As the Iran war drags on, raising warnings of price shocks and stunted economic growth, markets are starting to price in a halt to the monetary easing cycle in various major economies, with some central banks expected to raise interest rates to avoid the impact of soaring energy prices.

But optimism resurfaced on Wednesday following reports that the United States and Iran were close to a peace deal. Gissels noted that precious metals are now recovering along with equities.

“We expect the long-term bull market in gold and silver to resume, with the metals reaching all-time highs in the not-too-distant future, perhaps this year,” he told CNBC.

Once the fog of war lifts, investors will return to the market for gold and silver.

Philip Gissels

Chief Strategy Officer of BNP Paribas Fortis

Gissels said Thursday that all the factors that brought gold and silver to this point are “still in full play.”

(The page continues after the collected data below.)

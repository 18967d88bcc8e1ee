import {
  Body,
  Controller,
  Get,
  HttpCode,
  Param,
  Post,
  Query,
  StreamableFile,
  UploadedFile,
  UseInterceptors,
} from '@nestjs/common';
import { ApiConsumes, ApiTags } from '@nestjs/swagger';
import type { CalibrationRecorded, Master as MasterView, MasterDetail, Page, SessionUser } from '@evenset/contracts';
import { Roles } from '../common/auth/access.decorators';
import { CurrentUser } from '../common/auth/current-user.decorator';
import { CertificateUploadInterceptor, type UploadedCertificate } from '../files/certificate-upload.interceptor';
import {
  CalibrationFormDto,
  CalibrationIdDto,
  CreateMasterDto,
  GaugeListQueryDto,
  MasterIdDto,
  RetireDto,
} from './masters.dto';
import { MastersService } from './masters.service';

@ApiTags('master gauges')
@Controller('masters')
@Roles('engineer')
export class MastersController {
  constructor(private readonly masters: MastersService) {}

  /** `?usable=true`: only masters that may be used at the Bench (calibrated, not overdue, not retired). */
  @Get()
  @Roles('engineer', 'inspector')
  list(@Query() query: GaugeListQueryDto): Promise<Page<MasterView>> {
    return this.masters.list(query);
  }

  @Get(':id')
  @Roles('engineer', 'inspector')
  detail(@Param() { id }: MasterIdDto): Promise<MasterDetail> {
    return this.masters.detail(id);
  }

  @Get(':id/calibrations/:calibrationId/certificate')
  @Roles('engineer', 'inspector')
  async certificate(@Param() { id, calibrationId }: CalibrationIdDto): Promise<StreamableFile> {
    const file = await this.masters.certificate(id, calibrationId);
    return new StreamableFile(file.content, {
      type: file.contentType,
      length: file.content.length,
      disposition: `attachment; filename="${file.filename}"`,
    });
  }

  @Post()
  create(@CurrentUser() actor: SessionUser, @Body() body: CreateMasterDto): Promise<MasterView> {
    return this.masters.create(actor, body);
  }

  @Post(':id/retire')
  @HttpCode(200)
  retire(
    @CurrentUser() actor: SessionUser,
    @Param() { id }: MasterIdDto,
    @Body() body: RetireDto,
  ): Promise<MasterView> {
    return this.masters.retire(actor, id, body.reason);
  }

  /**
   * Multipart: the calibration's fields and its certificate file in field `certificate`. A correction
   * answers its impact report: the parts whose verdict changed when their heights were recomputed.
   */
  @Post(':id/calibrations')
  @ApiConsumes('multipart/form-data')
  @UseInterceptors(CertificateUploadInterceptor)
  addCalibration(
    @CurrentUser() actor: SessionUser,
    @Param() { id }: MasterIdDto,
    @Body() body: CalibrationFormDto,
    @UploadedFile() file: UploadedCertificate | undefined,
  ): Promise<CalibrationRecorded> {
    return this.masters.addCalibration(actor, id, body, file);
  }
}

“Central banks and governments will continue to diversify from U.S. government paper into gold,” he told CNBC. “We live in an environment of structurally high inflation, and we need to hold real assets. Precious metals are clearly part of that.[And]once the fog of war lifts, investors will return to the gold and silver markets.”

He argued that the decline in gold and silver prices in recent months is “not the end, but merely a lull in what will likely remain the strongest and longest bull market in gold and silver history.”

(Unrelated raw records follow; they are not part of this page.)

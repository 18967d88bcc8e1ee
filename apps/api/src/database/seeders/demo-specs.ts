import type { SpecDefinition } from '@evenset/contracts';
import { MM_PER_INCH } from '../../common/units/lengths';

type DemoDefinition = Omit<SpecDefinition, 'materialId'>;

/** Station positions are drawn in millimetres; an inch spec states them in inches. */
const inches = (mm: number) => mm / MM_PER_INCH;

/** RB-40 riser block, 40 mm × 40 mm top face, 1.5000 in high; sold in sets of 4. Invented. */
export const RB40_REV_B: DemoDefinition = {
  unit: 'in',
  title: 'Riser block 40 × 40 mm, 1.5000 in high',
  displayUnit: 'in',
  nominal: 1.5,
  band: { lower: -0.0004, upper: 0 },
  matchingBand: 0.0002,
  flatness: 0.0001,
  parallelism: 0.0002,
  runout: null,
  setSize: 4,
  heightStatistic: 'mean',
  heightStation: null,
  decisionRule: 'guarded',
  grinding: { roughDepth: 0.001, finishAllowance: 0.0004, finishDepth: 0.0001, sparkOutPasses: 2 },
  masterDriftLimit: null,
  plan: {
    // 5 mm in from each edge, then the centre.
    stations: [
      { name: 'P1', x: inches(5), y: inches(5) },
      { name: 'P2', x: inches(35), y: inches(5) },
      { name: 'P3', x: inches(35), y: inches(35) },
      { name: 'P4', x: inches(5), y: inches(35) },
      { name: 'P5', x: inches(20), y: inches(20) },
    ],
    datumStations: [],
    runoutCircles: [],
  },
};

/** Rev A had a wider band and no centre station; rev B tightened it. */
export const RB40_REV_A: DemoDefinition = {
  ...RB40_REV_B,
  band: { lower: -0.0005, upper: 0 },
  matchingBand: 0.0003,
  flatness: 0.00015,
  decisionRule: 'simple',
  plan: { ...RB40_REV_B.plan, stations: RB40_REV_B.plan.stations.slice(0, 4) },
};

/** PP-6 precision parallels, 6 × 1 × 0.5 in, sold in pairs; stations along the 6 in top edge. */
export const PP6_REV_A: DemoDefinition = {
  unit: 'in',
  title: 'Precision parallels 6 × 1 × 0.5 in',
  displayUnit: 'in',
  nominal: 1,
  band: { lower: -0.0002, upper: 0.0002 },
  matchingBand: 0.0001,
  // Stations on one line: straightness, not flatness, is what a narrow parallel can show.
  flatness: null,
  parallelism: 0.0002,
  runout: null,
  setSize: 2,
  heightStatistic: 'highest',
  heightStation: null,
  decisionRule: 'simple',
  // Parallels are finished in light passes (from memory: shop habit, not a handbook figure).
  grinding: { roughDepth: 0.0005, finishAllowance: 0.0002, finishDepth: 0.00005, sparkOutPasses: 2 },
  masterDriftLimit: 0.00005,
  plan: {
    stations: [0.5, 1.75, 3, 4.25, 5.5].map((x, i) => ({ name: `L${i + 1}`, x, y: 0.25 })),
    datumStations: [],
    runoutCircles: [],
  },
};

/** LR-90 locating ring, 90 mm outside diameter, 12 mm high; runout of the outside diameter. */
export const LR90_REV_A: DemoDefinition = {
  unit: 'mm',
  title: 'Locating ring Ø90 mm, 12 mm high',
  displayUnit: 'mm',
  nominal: 12,
  band: { lower: -0.005, upper: 0 },
  matchingBand: 0.003,
  flatness: 0.002,
  parallelism: 0.003,
  runout: 0.005,
  setSize: 1,
  heightStatistic: 'mean',
  heightStation: null,
  decisionRule: 'guarded',
  grinding: null,
  masterDriftLimit: null,
  plan: {
    // Four points on the face at radius 40 mm, centre of the ring at (0, 0).
    stations: [
      { name: 'N', x: 0, y: 40 },
      { name: 'E', x: 40, y: 0 },
      { name: 'S', x: 0, y: -40 },
      { name: 'W', x: -40, y: 0 },
    ],
    datumStations: [],
    runoutCircles: [{ name: 'OD', radius: 45, positions: 8 }],
  },
};
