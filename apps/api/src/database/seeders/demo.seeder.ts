import type { EntityManager } from '@mikro-orm/postgresql';
import { Seeder } from '@mikro-orm/seeder';
import { ensureUser } from '../factories/user.factory';
import { DEMO_PEOPLE } from './demo-people';

/** The invented demo scenario of brief.md. Safe to run again: it only adds what is missing. */
export class DemoSeeder extends Seeder {
  async run(em: EntityManager): Promise<void> {
    for (const person of DEMO_PEOPLE) await ensureUser(em, person);
    await em.flush();
  }
}
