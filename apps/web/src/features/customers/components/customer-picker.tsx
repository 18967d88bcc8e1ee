import type { Customer } from '@evenset/contracts';
import Autocomplete from '@mui/material/Autocomplete';
import Stack from '@mui/material/Stack';
import TextField from '@mui/material/TextField';
import Typography from '@mui/material/Typography';
import { useEffect, useState, type Ref } from 'react';
import { useCustomers } from '../api/customers';

interface CustomerPickerProps {
  value: Customer | null;
  onChange: (customer: Customer | null) => void;
  /** What the person typed, e.g. to pre-fill "New customer". */
  onTextChange?: (text: string) => void;
  error?: string | undefined;
  inputRef?: Ref<HTMLInputElement>;
}

/** Finds a customer by name or e-mail as the person types (the server searches). */
export function CustomerPicker({ value, onChange, onTextChange, error, inputRef }: CustomerPickerProps) {
  const [text, setText] = useState('');
  const [q, setQ] = useState('');
  useEffect(() => {
    const timer = setTimeout(() => setQ(text.trim()), 250);
    return () => clearTimeout(timer);
  }, [text]);
  // Once a customer is chosen the field shows their name: search for everyone again, not that name.
  const search = value && text === value.name ? '' : q;
  const { data, isLoading } = useCustomers({ page: 0, pageSize: 25, sort: 'name:asc', q: search || undefined });
  const options = data?.items ?? [];
  return (
    <Autocomplete
      value={value}
      onChange={(_event, next) => onChange(next)}
      inputValue={text}
      onInputChange={(_event, next) => {
        setText(next);
        onTextChange?.(next);
      }}
      options={value && !options.some((o) => o.id === value.id) ? [value, ...options] : options}
      filterOptions={(all) => all}
      getOptionLabel={(customer) => customer.name}
      isOptionEqualToValue={(a, b) => a.id === b.id}
      loading={isLoading}
      noOptionsText={search ? `No customer matches “${search}”.` : 'No customers yet.'}
      renderOption={({ key, ...props }, customer) => (
        <li key={key} {...props}>
          <Stack>
            <span>{customer.name}</span>
            <Typography variant="caption" sx={{ color: 'text.secondary' }}>
              {customer.contactEmail} · {customer.orderCount} {customer.orderCount === 1 ? 'order' : 'orders'}
            </Typography>
          </Stack>
        </li>
      )}
      renderInput={(params) => (
        <TextField
          {...params}
          inputRef={inputRef}
          label="Customer"
          error={Boolean(error)}
          helperText={error ?? 'Type part of the name or e-mail.'}
        />
      )}
    />
  );
}
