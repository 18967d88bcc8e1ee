import { MikroOrmModule } from '@mikro-orm/nestjs';
import { Module } from '@nestjs/common';
import { InspectionsModule } from '../inspections/inspections.module';
import { CalibrationCertificate } from './calibration-certificate.entity';
import { MasterCalibration } from './master-calibration.entity';
import { MasterGauge } from './master-gauge.entity';
import { MastersController } from './masters.controller';
import { MastersService } from './masters.service';

@Module({
  imports: [MikroOrmModule.forFeature([MasterGauge, MasterCalibration, CalibrationCertificate]), InspectionsModule],
  controllers: [MastersController],
  providers: [MastersService],
})
export class MastersModule {}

Paul Williams, managing director of gold and silver supplier Salomon Global, told CNBC in an email Thursday that the war is still going on and it’s difficult to predict, especially for silver, which is more volatile. However, like Gissels, he said silver prices are still supported by the same fundamental factors that drove the rally in 2025.

“While demand for green technology continues to be strong, the supply of physical silver remains tight,” he said. “The US-Iran conflict has only highlighted the strategic case for solar power. AI-related demand remains large and growing, putting further pressure on an already tight supply-demand balance.”

Silver is used for a wide range of industrial purposes and is an essential ingredient in products from computers and mobile phones to solar panels and cars. Williams said short-term volatility is likely to continue until a permanent deal between the US and Iran is formalized, but prices should be supported in the long term.

“We expect to see further upside and bullish conditions as more people seek the safety and security of holding physical assets outside the traditional financial system,” he said.

“If a peace deal is concluded, silver is most likely to benefit from improving business confidence, solid industrial demand, and increased investor risk appetite. If negotiations fail, the initial safe-haven movement will likely be led by gold, but the tight physical silver market could quickly catch up.”